[Records contained in a dataset]
┄┄┄┄┄┄
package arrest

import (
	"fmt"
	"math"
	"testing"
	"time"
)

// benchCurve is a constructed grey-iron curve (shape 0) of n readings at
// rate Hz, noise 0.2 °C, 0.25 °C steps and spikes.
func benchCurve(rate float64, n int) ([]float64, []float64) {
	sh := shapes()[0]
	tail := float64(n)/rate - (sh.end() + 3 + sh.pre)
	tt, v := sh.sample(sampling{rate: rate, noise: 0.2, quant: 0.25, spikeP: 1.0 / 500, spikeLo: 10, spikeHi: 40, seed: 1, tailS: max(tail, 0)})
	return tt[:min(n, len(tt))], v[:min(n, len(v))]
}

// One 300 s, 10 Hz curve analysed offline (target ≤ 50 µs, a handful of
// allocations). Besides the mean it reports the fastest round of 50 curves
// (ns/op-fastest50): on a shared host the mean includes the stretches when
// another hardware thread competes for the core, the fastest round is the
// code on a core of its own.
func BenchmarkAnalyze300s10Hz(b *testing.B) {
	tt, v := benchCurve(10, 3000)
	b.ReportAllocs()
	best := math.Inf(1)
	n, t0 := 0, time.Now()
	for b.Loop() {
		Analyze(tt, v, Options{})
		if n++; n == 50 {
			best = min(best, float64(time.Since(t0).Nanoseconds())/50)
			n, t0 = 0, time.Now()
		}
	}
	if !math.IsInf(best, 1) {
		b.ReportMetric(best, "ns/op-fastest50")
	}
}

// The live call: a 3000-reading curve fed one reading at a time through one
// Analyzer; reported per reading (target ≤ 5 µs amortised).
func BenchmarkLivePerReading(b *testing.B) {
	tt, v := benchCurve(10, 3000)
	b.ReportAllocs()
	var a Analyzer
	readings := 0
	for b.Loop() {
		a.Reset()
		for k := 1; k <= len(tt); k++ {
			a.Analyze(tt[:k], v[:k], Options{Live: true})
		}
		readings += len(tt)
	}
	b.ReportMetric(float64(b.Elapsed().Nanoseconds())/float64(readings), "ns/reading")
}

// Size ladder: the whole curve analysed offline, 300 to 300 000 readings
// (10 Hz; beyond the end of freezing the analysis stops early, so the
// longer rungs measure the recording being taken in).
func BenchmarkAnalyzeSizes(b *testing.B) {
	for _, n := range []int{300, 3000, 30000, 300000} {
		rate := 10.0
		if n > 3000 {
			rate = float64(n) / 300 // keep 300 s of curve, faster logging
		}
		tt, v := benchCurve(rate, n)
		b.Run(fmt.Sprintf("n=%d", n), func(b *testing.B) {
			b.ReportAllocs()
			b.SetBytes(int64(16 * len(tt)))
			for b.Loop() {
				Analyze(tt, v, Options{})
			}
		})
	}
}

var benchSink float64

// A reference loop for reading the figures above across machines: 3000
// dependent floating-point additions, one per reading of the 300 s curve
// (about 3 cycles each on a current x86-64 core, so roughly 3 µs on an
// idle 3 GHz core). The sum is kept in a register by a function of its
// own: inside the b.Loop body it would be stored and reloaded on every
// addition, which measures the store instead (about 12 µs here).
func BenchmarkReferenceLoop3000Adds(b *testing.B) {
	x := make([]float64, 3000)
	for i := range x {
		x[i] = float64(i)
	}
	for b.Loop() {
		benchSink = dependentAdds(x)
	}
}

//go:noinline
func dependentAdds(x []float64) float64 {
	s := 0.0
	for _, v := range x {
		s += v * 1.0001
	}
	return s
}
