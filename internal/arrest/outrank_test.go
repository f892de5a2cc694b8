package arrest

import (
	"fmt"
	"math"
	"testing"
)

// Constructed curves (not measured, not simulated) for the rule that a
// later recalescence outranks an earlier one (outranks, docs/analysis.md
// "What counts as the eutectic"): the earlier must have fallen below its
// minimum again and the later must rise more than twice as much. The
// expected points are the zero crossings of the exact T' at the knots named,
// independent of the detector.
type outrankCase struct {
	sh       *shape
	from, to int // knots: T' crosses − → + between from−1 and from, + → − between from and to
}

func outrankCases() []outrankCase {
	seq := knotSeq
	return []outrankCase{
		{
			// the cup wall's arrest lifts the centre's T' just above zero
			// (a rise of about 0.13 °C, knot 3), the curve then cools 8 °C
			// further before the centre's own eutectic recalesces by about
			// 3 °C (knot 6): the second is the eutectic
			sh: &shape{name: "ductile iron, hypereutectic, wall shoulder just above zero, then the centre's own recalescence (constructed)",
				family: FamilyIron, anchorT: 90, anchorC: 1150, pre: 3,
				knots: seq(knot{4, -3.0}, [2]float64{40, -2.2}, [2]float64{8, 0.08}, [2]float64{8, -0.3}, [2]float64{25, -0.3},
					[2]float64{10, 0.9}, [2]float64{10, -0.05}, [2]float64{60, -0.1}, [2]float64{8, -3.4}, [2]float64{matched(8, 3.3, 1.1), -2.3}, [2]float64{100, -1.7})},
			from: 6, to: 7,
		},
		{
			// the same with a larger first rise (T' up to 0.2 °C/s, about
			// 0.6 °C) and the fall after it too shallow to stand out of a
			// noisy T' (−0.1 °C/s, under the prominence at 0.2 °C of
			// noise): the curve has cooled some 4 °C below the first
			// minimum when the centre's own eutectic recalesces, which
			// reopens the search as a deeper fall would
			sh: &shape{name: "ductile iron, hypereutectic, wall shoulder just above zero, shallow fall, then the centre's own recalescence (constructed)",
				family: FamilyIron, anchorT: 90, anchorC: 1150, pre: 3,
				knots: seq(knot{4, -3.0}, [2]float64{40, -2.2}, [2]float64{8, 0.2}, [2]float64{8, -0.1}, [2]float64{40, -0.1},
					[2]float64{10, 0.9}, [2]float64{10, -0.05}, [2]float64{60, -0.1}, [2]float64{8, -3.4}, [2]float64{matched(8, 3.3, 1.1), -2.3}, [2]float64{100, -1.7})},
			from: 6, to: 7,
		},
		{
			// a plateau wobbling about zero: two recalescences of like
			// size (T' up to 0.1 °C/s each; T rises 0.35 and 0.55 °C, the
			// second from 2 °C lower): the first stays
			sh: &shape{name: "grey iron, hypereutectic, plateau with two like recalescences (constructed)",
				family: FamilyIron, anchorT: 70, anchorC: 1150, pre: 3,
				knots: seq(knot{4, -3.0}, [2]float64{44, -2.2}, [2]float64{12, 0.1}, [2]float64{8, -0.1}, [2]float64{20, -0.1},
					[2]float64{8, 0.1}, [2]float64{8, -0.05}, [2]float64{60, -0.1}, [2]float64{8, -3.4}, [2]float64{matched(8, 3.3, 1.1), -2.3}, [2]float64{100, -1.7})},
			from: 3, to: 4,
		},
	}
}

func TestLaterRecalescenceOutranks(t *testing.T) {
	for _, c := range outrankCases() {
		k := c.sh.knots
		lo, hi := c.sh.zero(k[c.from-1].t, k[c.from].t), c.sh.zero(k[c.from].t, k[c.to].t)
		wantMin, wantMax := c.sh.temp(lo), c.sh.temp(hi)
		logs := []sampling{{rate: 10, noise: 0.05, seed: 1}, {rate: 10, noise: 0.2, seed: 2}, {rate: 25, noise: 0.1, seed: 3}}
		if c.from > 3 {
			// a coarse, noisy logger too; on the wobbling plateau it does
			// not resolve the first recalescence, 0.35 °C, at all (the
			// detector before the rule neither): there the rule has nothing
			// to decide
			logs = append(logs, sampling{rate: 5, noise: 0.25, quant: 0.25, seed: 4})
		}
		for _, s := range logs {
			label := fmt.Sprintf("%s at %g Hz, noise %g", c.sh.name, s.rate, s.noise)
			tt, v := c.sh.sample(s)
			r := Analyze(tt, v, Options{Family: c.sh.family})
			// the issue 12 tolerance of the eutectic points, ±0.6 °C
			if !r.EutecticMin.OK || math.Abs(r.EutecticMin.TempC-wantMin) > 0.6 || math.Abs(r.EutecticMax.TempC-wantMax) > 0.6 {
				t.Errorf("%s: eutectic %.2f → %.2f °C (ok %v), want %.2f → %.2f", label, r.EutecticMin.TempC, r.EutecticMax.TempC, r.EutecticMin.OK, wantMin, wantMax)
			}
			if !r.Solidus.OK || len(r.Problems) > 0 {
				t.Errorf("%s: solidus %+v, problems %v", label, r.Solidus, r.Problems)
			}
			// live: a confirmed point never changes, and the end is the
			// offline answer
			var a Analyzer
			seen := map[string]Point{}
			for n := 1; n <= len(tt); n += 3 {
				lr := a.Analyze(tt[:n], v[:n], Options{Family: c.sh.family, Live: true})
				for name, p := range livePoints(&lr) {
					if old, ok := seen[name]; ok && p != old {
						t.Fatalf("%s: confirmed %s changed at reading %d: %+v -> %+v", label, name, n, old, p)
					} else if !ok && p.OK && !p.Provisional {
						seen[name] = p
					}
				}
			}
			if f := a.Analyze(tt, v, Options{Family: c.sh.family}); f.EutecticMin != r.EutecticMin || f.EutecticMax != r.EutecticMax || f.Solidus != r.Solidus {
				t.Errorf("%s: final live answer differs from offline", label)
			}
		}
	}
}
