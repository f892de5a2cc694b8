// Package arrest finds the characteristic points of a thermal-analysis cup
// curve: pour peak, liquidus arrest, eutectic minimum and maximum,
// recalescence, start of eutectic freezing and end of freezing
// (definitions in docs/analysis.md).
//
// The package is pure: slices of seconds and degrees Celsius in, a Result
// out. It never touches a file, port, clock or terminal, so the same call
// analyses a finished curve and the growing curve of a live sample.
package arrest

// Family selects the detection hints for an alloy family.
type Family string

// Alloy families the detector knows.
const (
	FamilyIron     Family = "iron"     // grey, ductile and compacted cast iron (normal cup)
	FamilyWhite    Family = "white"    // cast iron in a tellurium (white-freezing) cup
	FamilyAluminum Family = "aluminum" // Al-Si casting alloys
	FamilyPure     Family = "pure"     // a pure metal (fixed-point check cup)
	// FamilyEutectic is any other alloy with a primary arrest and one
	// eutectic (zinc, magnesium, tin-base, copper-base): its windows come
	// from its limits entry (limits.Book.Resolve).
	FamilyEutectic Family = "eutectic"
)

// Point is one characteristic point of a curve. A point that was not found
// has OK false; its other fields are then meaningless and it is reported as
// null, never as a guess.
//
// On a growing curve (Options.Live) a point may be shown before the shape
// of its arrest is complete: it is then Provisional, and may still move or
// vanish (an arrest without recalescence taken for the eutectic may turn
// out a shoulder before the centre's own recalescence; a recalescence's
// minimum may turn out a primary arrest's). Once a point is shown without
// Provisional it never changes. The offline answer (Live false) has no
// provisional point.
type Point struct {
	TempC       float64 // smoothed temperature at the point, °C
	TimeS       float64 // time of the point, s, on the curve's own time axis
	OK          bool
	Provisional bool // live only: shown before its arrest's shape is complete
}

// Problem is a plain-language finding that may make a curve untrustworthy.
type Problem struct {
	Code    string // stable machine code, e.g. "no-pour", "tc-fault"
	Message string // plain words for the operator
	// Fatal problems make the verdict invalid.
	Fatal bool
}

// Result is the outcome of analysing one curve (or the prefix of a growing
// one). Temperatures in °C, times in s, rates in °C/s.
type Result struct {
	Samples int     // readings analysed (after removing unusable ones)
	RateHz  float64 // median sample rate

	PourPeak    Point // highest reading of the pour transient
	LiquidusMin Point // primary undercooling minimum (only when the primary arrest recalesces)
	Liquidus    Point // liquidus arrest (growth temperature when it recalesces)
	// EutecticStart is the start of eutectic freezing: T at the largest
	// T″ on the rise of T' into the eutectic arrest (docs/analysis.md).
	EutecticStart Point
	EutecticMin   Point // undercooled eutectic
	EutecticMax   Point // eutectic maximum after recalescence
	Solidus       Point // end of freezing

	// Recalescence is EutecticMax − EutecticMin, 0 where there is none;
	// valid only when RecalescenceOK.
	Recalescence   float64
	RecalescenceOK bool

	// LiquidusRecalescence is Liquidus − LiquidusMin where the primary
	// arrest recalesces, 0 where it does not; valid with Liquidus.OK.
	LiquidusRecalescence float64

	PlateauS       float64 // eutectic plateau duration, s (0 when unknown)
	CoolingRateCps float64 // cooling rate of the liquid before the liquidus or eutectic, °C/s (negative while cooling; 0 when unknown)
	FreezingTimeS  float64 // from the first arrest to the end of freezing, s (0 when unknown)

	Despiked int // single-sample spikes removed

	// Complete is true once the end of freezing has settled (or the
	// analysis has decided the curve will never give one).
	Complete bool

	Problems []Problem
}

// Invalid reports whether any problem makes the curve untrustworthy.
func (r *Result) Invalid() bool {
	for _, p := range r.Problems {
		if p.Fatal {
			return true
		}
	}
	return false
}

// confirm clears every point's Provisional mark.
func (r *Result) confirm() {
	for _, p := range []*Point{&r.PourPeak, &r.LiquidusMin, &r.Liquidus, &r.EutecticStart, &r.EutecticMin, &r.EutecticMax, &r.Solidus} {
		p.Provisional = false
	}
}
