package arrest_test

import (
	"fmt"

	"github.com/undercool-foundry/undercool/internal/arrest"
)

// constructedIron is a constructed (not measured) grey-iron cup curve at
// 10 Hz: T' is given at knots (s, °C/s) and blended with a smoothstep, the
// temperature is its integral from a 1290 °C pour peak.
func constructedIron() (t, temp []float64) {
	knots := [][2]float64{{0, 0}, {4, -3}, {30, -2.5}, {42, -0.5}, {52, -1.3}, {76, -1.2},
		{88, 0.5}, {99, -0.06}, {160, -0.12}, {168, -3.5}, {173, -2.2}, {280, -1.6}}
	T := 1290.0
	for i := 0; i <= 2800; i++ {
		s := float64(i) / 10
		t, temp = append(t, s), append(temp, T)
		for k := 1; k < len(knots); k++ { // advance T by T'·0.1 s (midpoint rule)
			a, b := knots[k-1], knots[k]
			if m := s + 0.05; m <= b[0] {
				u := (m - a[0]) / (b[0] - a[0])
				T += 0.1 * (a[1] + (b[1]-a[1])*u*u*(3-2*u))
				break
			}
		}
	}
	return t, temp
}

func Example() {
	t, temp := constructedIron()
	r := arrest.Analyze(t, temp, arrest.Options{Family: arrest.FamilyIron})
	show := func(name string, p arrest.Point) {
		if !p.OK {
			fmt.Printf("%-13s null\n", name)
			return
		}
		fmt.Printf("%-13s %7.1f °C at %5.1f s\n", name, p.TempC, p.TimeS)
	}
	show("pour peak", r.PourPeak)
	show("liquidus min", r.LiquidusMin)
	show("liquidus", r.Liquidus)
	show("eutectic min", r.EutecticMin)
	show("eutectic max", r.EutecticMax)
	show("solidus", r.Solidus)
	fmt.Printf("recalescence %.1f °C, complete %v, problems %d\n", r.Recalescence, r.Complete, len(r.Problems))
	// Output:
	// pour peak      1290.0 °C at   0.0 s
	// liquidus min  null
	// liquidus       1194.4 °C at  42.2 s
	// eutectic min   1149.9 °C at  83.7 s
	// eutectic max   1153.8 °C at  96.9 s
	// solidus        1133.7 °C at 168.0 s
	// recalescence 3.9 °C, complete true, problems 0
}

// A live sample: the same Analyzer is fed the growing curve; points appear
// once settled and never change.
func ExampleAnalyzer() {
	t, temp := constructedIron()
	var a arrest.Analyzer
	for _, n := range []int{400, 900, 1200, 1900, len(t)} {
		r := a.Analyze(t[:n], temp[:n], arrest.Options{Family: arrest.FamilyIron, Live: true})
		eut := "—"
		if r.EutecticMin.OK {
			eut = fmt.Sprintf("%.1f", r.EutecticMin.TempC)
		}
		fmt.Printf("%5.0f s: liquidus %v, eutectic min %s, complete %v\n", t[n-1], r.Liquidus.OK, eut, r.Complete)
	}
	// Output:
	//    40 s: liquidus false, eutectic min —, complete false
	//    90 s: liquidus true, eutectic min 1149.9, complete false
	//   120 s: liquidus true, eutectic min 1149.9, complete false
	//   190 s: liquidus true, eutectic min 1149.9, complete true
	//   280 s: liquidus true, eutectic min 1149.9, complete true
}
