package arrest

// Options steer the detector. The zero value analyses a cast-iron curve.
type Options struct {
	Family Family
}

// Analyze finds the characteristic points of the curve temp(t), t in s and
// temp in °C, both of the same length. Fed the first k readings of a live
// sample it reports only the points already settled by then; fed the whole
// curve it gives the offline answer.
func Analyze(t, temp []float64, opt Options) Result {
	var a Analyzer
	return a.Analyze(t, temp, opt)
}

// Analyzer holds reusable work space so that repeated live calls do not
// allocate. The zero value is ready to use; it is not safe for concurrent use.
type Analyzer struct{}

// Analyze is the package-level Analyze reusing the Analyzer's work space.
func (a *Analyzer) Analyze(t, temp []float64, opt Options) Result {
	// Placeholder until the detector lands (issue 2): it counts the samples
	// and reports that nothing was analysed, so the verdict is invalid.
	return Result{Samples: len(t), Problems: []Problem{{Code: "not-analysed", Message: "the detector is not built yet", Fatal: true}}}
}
┄┄┄┄┄┄
Exercise goal =
Lines from the start of the entries through the one containing "tail := float64(n)/rate" are to be set down again exactly, both ends included.

Answer box =
package arrest

import (
	"fmt"
	"math"
	"testing"
	"time"
)

// benchCurve is a constructed grey-iron curve (shape 0) of n readings at
// rate Hz, noise 0.2 °C, 0.25 °C steps and spikes.
func benchCurve(rate float64, n int) ([]float64, []float64) {
	sh := shapes()[0]
	tail := float64(n)/rate - (sh.end() + 3 + sh.pre)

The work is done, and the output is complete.